From the line with "(served by one" through the line with "About 2 days", repeat the entries verbatim, both end lines included, and add nothing.
[EXCERPTED RECORDS]
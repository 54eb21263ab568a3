package main

import (
	"bytes"
	"context"
	"crypto/sha256"
	"encoding/hex"
	"encoding/json"
	"fmt"
	"io"
	"math/rand/v2"
	"net/http"
	"os"
	"os/exec"
	"strconv"
	"strings"
	"sync"
	"sync/atomic"
	"testing"
	"time"

	"github.com/jackc/pgx/v5"
	"golang.org/x/mod/sumdb/tlog"

	"beamledger/accounts"
	"beamledger/provenance"
	"beamledger/scheduling"
	"beamledger/storage/objects/objectstest"
	"beamledger/storage/postgres"
	"beamledger/storage/postgres/pgtest"
)

// cluster is three `beamledger serve` processes over one PostgreSQL database and
// one S3 bucket, as a facility runs them behind a load balancer.
type cluster struct {
	t      testing.TB
	db     *postgres.DB
	sql    *pgx.Conn // for checks from outside the server, from the test's goroutine only
	url    string
	env    []string
	procs  []*serveProcess
	instrs []string
	// researchers, each with their own project, qualified on every instrument.
	researchers []clusterUser
	auditor     string // access token
	manager     string // access token
	staffID     string
}

type clusterUser struct {
	id, token, project string
}

const clusterPassword = "three processes, one ledger"

func newCluster(t testing.TB, extraEnv ...string) *cluster {
	t.Helper()
	ctx := context.Background()
	c := &cluster{t: t, url: pgtest.NewDatabase(t)}
	db, err := postgres.Open(ctx, c.url, 4)
	if err != nil {
		t.Fatal(err)
	}
	t.Cleanup(db.Close)
	c.db = db
	if c.sql, err = pgx.Connect(ctx, c.url); err != nil {
		t.Fatal(err)
	}
	t.Cleanup(func() { c.sql.Close(context.Background()) })
	if _, err := db.SetFacility(ctx, scheduling.Facility{Name: "Cluster Facility", TimeZone: "Europe/Vienna", Currency: "EUR"}); err != nil {
		t.Fatal(err)
	}
	every := scheduling.ClockWindow{Start: "00:00", End: "00:00"}
	horizon, maxLen, lead := 400, 24*60, 0
	if err := db.SetFacilityRules(ctx, scheduling.RulesOverride{OpeningHours: []scheduling.ClockWindow{every},
		PrimeTime: []scheduling.ClockWindow{}, HorizonDays: &horizon, MaxLengthMinutes: &maxLen, LeadTimeMinutes: &lead}); err != nil {
		t.Fatal(err)
	}
	hash, err := accounts.NewPasswordHasher(accounts.DefaultPasswordParams(), 1).Hash(ctx, clusterPassword)
	if err != nil {
		t.Fatal(err)
	}
	staff, err := db.CreateUser(ctx, accounts.NewUser{Email: "staff@cluster.example", DisplayName: "Staff", Role: accounts.RoleStaff}, hash)
	if err != nil {
		t.Fatal(err)
	}
	c.staffID = staff.ID
	if _, err := db.CreateUser(ctx, accounts.NewUser{Email: "auditor@cluster.example", DisplayName: "Auditor", Role: accounts.RoleAuditor}, hash); err != nil {
		t.Fatal(err)
	}
	if _, err := db.CreateUser(ctx, accounts.NewUser{Email: "manager@cluster.example", DisplayName: "Manager", Role: accounts.RoleManager}, hash); err != nil {
		t.Fatal(err)
	}
	for i := range 2 {
		in, err := db.CreateInstrument(ctx, scheduling.Instrument{Code: fmt.Sprintf("CL-%d", i), Name: "Cluster TEM", Kind: scheduling.KindTEM,
			Bookable: true, Corrector: scheduling.CorrectorNone}, "setup", time.Now())
		if err != nil {
			t.Fatal(err)
		}
		c.instrs = append(c.instrs, in.ID)
	}
	var emails []string
	for i := range 6 {
		email := fmt.Sprintf("r%d@cluster.example", i)
		u, err := db.CreateUser(ctx, accounts.NewUser{Email: email, DisplayName: email, Role: accounts.RoleResearcher}, hash)
		if err != nil {
			t.Fatal(err)
		}
		p, err := db.CreateProject(ctx, accounts.NewProject{Code: fmt.Sprintf("CL-P%d", i), Title: "Cluster", PrincipalInvestigatorID: u.ID, RateClass: accounts.RateInternal})
		if err != nil {
			t.Fatal(err)
		}
		for _, in := range c.instrs {
			if _, err := db.GrantQualification(ctx, scheduling.NewQualification{UserID: u.ID, InstrumentID: in, Level: scheduling.LevelIndependent,
				Reason: "cluster test", GrantedBy: staff.ID}, time.Now()); err != nil {
				t.Fatal(err)
			}
		}
		emails = append(emails, email)
		c.researchers = append(c.researchers, clusterUser{id: u.ID, project: p.ID})
	}

	bin := buildBinary(t)
	c.env = append(serveEnv(c.url, objectstest.Config(t)), extraEnv...)
	for range 3 {
		c.procs = append(c.procs, startServe(t, bin, c.env))
	}
	for i, email := range emails {
		c.researchers[i].token = login(t, c.base(i), email, clusterPassword)
	}
	c.auditor = login(t, c.base(2), "auditor@cluster.example", clusterPassword)
	c.manager = login(t, c.base(1), "manager@cluster.example", clusterPassword)
	return c
}

// base is the address of process i mod 3.
func (c *cluster) base(i int) string { return "http://" + c.procs[i%len(c.procs)].addr }

// call sends a request to process i and returns the status and body.
func (c *cluster) call(i int, method, path, token string, body io.Reader, header map[string]string) (int, []byte, http.Header, error) {
	req, err := http.NewRequest(method, c.base(i)+path, body)
	if err != nil {
		return 0, nil, nil, err
	}
	if token != "" {
		req.Header.Set("Authorization", "Bearer "+token)
	}
	for k, v := range header {
		req.Header.Set(k, v)
	}
	res, err := http.DefaultClient.Do(req)
	if err != nil {
		return 0, nil, nil, err
	}
	defer res.Body.Close()
	b, err := io.ReadAll(res.Body)
	return res.StatusCode, b, res.Header, err
}

func (c *cluster) postJSON(i int, path, token string, v any) (int, []byte, error) {
	b, _ := json.Marshal(v)
	st, body, _, err := c.call(i, http.MethodPost, path, token, bytes.NewReader(b), map[string]string{"Content-Type": "application/json"})
	return st, body, err
}

// TestThreeProcesses drives three server processes at once over one database and
// one S3 server: researchers race for overlapping instrument time, create
// specimens and upload files whose requests hop between processes, while every
// process seals the ledger and sweeps abandoned uploads. Afterwards: no two active
// bookings overlap and every refusal was a conflict; the ledger has one event per
// change, indexes 0..n-1 with no gap, every event's inclusion proof (served by one
// process) checks against the checkpoint signed by another, every checkpoint is
// consistent with the last, and `ledger verify` finds nothing; each abandoned upload
// was swept by exactly one process; and no process logged an error.
func TestThreeProcesses(t *testing.T) {
	if testing.Short() {
		t.Skip("builds the binary and runs three processes against PostgreSQL and S3")
	}
	c := newCluster(t, "BEAMLEDGER_LEDGER_SEAL_INTERVAL=200ms", "BEAMLEDGER_UPLOAD_EXPIRY=4s", "BEAMLEDGER_JOB_INTERVAL=300ms")
	ctx := context.Background()

	const workers, attempts = 24, 12
	var created, conflicts, specimens atomic.Int64
	var wg sync.WaitGroup
	errs := make(chan error, workers*attempts)
	base := time.Now().UTC().Truncate(time.Hour).Add(48 * time.Hour)
	for w := range workers {
		wg.Add(1)
		go func() {
			defer wg.Done()
			r := rand.New(rand.NewPCG(uint64(w), 3))
			u := c.researchers[w%len(c.researchers)]
			for a := range attempts {
				proc := r.IntN(3)
				// About 2 days of quarter-hours on two instruments, 1–3 h long:
				// 288 attempts collide often.
				start := base.Add(time.Duration(r.IntN(2*96)) * 15 * time.Minute)
				end := start.Add(time.Duration(1+r.IntN(3)) * time.Hour)
				st, body, err := c.postJSON(proc, "/api/v1/bookings", u.token, map[string]string{
					"instrument_id": c.instrs[r.IntN(len(c.instrs))], "project_id": u.project, "kind": "independent",
					"start": start.Format(time.RFC3339), "end": end.Format(time.RFC3339)})
				switch {
				case err != nil:
					errs <- err
				case st == http.StatusCreated:
					created.Add(1)
				case st == http.StatusConflict:
					conflicts.Add(1)
				default:
					errs <- fmt.Errorf("booking on process %d: status %d: %s", proc, st, body)
				}
				if a%4 == 0 {
					st, body, err := c.postJSON(r.IntN(3), "/api/v1/specimens", u.token, map[string]string{
						"project_id": u.project, "code": fmt.Sprintf("W%d-A%d", w, a)})
					switch {
					case err != nil:
						errs <- err
					case st != http.StatusCreated:
						errs <- fmt.Errorf("specimen: status %d: %s", st, body)
					default:
						specimens.Add(1)
					}
				}
			}
		}()
	}
	// Uploads whose creation, halves and completion land on different processes,
	// two of them of the same bytes at once.
	var files atomic.Int64
	for f := range 6 {
		wg.Add(1)
		go func() {
			defer wg.Done()
			data := testPattern(3<<20 + 1000*(f%5))
			if err := c.hopUpload(f, c.researchers[f], data); err != nil {
				errs <- err
				return
			}
			files.Add(1)
		}()
	}
	wg.Wait()
	close(errs)
	for err := range errs {
		t.Error(err)
	}
	if t.Failed() {
		t.FailNow()
	}
	if created.Load() == 0 || conflicts.Load() == 0 {
		t.Fatalf("created %d, conflicts %d: the race needs both", created.Load(), conflicts.Load())
	}
	t.Logf("figure: three processes: %d bookings created and %d refused as conflicts with zero overlaps; %d specimens; %d uploads hopping between processes", created.Load(), conflicts.Load(), specimens.Load(), files.Load())

	// Zero overlaps, and exactly the bookings answered 201 exist.
	var active, overlaps int64
	if err := c.sql.QueryRow(ctx, `SELECT count(*) FROM bookings WHERE status = 'active'`).Scan(&active); err != nil {
		t.Fatal(err)
	}
	if err := c.sql.QueryRow(ctx, `SELECT count(*) FROM bookings a JOIN bookings b
		ON a.instrument_id = b.instrument_id AND a.id < b.id AND a.during && b.during
		WHERE a.status = 'active' AND b.status = 'active'`).Scan(&overlaps); err != nil {
		t.Fatal(err)
	}
	if active != created.Load() || overlaps != 0 {
		t.Errorf("active bookings %d (answered 201: %d), overlapping pairs %d", active, created.Load(), overlaps)
	}

	c.checkLedger(ctx, created.Load()+specimens.Load())
	c.checkSweptOnce()
	c.checkNoShowsOnce(ctx)
	c.checkCharges(ctx)
	for i, p := range c.procs {
		for _, line := range p.logLines() {
			var l struct{ Level string }
			if json.Unmarshal([]byte(line), &l) == nil && (l.Level == "ERROR" || l.Level == "WARN") {
				t.Errorf("process %d logged: %s", i, line)
			}
		}
	}
}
[/EXCERPTED RECORDS]
◆ EXERCISE RESULT ◆
// change, indexes 0..n-1 with no gap, every event's inclusion proof (served by one
// process) checks against the checkpoint signed by another, every checkpoint is
// consistent with the last, and `ledger verify` finds nothing; each abandoned upload
// was swept by exactly one process; and no process logged an error.
func TestThreeProcesses(t *testing.T) {
	if testing.Short() {
		t.Skip("builds the binary and runs three processes against PostgreSQL and S3")
	}
	c := newCluster(t, "BEAMLEDGER_LEDGER_SEAL_INTERVAL=200ms", "BEAMLEDGER_UPLOAD_EXPIRY=4s", "BEAMLEDGER_JOB_INTERVAL=300ms")
	ctx := context.Background()

	const workers, attempts = 24, 12
	var created, conflicts, specimens atomic.Int64
	var wg sync.WaitGroup
	errs := make(chan error, workers*attempts)
	base := time.Now().UTC().Truncate(time.Hour).Add(48 * time.Hour)
	for w := range workers {
		wg.Add(1)
		go func() {
			defer wg.Done()
			r := rand.New(rand.NewPCG(uint64(w), 3))
			u := c.researchers[w%len(c.researchers)]
			for a := range attempts {
				proc := r.IntN(3)
				// About 2 days of quarter-hours on two instruments, 1–3 h long:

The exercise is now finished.